◆ The input:
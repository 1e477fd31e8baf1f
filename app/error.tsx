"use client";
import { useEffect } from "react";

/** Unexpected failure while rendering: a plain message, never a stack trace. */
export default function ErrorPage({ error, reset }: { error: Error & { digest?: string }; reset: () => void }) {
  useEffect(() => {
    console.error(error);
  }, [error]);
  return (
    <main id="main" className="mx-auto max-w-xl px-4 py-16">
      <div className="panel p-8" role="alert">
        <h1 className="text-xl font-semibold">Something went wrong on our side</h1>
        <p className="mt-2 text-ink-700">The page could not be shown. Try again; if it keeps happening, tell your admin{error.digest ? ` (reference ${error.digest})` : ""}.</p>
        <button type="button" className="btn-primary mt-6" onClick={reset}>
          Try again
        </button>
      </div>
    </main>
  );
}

* * *

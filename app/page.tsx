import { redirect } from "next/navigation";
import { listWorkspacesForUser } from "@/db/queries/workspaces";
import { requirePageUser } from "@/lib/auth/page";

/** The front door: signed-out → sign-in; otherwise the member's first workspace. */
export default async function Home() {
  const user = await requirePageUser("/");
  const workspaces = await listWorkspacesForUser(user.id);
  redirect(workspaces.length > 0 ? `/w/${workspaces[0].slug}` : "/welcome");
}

==

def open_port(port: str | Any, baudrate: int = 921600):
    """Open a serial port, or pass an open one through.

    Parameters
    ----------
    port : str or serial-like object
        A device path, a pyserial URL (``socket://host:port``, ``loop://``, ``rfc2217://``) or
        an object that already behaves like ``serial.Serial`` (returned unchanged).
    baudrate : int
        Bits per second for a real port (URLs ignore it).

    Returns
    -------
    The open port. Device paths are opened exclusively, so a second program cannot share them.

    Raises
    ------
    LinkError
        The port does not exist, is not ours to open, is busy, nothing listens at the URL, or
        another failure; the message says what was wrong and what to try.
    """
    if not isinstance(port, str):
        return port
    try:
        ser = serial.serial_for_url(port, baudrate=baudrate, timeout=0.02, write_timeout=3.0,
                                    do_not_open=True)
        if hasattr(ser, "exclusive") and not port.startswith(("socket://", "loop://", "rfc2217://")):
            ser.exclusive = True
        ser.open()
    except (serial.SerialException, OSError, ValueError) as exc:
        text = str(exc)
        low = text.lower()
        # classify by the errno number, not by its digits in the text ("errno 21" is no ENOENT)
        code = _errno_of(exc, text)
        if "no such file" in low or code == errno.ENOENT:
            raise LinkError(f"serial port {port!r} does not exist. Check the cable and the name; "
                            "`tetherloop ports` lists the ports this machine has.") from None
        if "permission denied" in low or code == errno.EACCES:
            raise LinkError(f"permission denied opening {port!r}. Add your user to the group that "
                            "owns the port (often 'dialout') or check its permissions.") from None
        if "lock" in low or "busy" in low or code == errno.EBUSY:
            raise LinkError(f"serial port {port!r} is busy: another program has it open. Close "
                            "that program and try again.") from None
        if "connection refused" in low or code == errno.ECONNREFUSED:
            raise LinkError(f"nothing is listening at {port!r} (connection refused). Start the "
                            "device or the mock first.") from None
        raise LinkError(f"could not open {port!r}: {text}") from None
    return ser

◆ What is required:
For every line in the data above that has the string "baudrate", return that line.

◆ Your response:
def open_port(port: str | Any, baudrate: int = 921600):
    baudrate : int
        ser = serial.serial_for_url(port, baudrate=baudrate, timeout=0.02, write_timeout=3.0,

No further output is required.